'''

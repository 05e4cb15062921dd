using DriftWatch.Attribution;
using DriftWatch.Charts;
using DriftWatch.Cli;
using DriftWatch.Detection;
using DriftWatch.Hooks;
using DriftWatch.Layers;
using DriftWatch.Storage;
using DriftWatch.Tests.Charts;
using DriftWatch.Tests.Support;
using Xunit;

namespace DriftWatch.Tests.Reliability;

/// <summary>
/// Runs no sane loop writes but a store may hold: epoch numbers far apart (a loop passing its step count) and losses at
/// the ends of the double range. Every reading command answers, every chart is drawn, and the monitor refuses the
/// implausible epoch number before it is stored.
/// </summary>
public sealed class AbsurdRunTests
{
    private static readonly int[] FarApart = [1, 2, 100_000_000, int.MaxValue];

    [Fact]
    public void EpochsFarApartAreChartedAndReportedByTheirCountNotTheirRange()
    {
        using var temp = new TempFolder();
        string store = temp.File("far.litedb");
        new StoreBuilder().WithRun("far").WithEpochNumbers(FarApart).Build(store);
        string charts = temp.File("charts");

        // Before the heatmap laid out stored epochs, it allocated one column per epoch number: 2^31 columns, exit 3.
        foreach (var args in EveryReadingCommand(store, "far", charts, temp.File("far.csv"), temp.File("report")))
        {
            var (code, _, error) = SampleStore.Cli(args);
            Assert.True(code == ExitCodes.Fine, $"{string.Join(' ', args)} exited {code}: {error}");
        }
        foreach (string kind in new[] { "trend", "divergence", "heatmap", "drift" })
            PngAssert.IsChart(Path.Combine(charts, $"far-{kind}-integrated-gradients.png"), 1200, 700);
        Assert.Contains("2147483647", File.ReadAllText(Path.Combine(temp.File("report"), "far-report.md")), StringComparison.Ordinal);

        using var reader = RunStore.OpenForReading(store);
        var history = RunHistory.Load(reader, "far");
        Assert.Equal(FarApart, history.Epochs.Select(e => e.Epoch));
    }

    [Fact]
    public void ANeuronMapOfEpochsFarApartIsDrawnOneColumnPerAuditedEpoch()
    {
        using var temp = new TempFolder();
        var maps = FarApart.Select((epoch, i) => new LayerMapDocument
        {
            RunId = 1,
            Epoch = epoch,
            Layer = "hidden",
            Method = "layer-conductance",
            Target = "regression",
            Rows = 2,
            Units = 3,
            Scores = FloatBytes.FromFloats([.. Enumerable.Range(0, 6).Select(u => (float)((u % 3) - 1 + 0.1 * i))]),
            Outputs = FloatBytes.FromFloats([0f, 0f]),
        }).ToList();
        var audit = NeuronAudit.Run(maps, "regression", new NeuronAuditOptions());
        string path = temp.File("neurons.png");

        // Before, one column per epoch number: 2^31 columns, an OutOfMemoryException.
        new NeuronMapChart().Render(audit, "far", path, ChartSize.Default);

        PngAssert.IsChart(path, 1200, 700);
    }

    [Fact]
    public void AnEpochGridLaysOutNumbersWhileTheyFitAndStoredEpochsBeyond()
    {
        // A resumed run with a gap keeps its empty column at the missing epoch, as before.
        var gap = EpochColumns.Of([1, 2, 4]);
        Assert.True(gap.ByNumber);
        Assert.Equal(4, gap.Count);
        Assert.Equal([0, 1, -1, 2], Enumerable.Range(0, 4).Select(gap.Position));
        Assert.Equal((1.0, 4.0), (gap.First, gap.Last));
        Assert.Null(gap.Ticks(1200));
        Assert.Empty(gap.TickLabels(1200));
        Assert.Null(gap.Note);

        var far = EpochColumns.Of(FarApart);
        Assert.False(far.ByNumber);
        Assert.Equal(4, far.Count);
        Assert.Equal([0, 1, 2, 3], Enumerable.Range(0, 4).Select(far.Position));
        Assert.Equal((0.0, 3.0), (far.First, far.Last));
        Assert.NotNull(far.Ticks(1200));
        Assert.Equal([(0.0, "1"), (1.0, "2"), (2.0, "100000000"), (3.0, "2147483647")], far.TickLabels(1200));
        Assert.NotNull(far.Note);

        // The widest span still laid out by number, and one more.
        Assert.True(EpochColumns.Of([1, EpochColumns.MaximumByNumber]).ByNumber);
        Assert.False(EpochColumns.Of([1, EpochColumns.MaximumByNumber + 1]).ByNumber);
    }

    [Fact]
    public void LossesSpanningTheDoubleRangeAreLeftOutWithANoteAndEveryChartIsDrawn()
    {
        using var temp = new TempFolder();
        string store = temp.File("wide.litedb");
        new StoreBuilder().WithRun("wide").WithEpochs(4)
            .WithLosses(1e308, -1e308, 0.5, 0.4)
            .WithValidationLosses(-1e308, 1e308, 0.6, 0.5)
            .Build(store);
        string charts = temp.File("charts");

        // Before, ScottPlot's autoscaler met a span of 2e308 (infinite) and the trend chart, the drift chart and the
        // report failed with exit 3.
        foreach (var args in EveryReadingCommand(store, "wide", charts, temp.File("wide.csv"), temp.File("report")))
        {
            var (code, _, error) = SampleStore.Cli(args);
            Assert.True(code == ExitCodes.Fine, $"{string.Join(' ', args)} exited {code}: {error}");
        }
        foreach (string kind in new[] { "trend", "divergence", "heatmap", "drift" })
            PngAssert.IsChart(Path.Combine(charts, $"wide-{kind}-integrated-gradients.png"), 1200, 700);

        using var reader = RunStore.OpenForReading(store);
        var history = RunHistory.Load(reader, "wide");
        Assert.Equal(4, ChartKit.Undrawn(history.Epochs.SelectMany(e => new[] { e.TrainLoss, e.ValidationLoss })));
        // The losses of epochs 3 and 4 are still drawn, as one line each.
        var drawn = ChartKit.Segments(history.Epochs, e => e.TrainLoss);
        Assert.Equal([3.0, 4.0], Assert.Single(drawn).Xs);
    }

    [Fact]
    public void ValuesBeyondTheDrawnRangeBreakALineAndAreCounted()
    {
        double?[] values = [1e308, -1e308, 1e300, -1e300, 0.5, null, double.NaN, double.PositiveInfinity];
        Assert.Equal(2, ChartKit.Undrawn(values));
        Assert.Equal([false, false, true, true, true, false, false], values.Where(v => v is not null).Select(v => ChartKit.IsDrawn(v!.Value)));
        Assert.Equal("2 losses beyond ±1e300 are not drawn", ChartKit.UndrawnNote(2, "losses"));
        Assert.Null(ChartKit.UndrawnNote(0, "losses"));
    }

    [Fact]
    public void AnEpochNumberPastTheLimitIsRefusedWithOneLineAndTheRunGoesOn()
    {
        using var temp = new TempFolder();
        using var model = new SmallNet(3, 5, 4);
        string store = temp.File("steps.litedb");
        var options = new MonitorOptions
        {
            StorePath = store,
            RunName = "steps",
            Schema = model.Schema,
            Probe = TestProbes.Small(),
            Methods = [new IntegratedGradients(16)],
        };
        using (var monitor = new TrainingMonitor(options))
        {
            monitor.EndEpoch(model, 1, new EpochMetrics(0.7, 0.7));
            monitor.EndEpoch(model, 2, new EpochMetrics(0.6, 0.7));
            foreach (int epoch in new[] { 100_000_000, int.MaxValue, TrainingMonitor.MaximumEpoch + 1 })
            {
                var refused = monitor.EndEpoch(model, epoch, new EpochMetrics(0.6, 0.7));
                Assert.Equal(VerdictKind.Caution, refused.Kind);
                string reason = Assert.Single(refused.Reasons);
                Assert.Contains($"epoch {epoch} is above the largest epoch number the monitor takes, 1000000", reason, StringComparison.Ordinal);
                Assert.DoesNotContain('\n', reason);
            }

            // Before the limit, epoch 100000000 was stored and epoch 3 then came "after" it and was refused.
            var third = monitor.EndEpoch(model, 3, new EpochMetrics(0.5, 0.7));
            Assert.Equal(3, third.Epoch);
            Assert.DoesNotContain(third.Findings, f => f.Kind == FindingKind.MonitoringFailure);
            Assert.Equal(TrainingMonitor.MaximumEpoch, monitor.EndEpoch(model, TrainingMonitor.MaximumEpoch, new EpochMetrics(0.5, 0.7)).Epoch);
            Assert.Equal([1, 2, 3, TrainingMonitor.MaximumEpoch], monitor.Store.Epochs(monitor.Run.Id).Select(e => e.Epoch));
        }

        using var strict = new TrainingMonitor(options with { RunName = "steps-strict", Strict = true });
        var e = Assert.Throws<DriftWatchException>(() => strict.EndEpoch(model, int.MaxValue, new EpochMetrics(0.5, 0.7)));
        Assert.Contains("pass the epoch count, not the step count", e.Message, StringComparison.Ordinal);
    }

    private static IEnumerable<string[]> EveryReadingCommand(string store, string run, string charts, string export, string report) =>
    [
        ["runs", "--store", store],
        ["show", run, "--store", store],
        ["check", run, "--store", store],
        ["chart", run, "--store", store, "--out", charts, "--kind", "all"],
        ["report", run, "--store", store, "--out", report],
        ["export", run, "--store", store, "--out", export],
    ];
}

'''

■ EXERCISE:
Return every line from the entries above that contains the word "RunHistory".

■ TASK RESULT:
        var history = RunHistory.Load(reader, "far");
        var history = RunHistory.Load(reader, "wide");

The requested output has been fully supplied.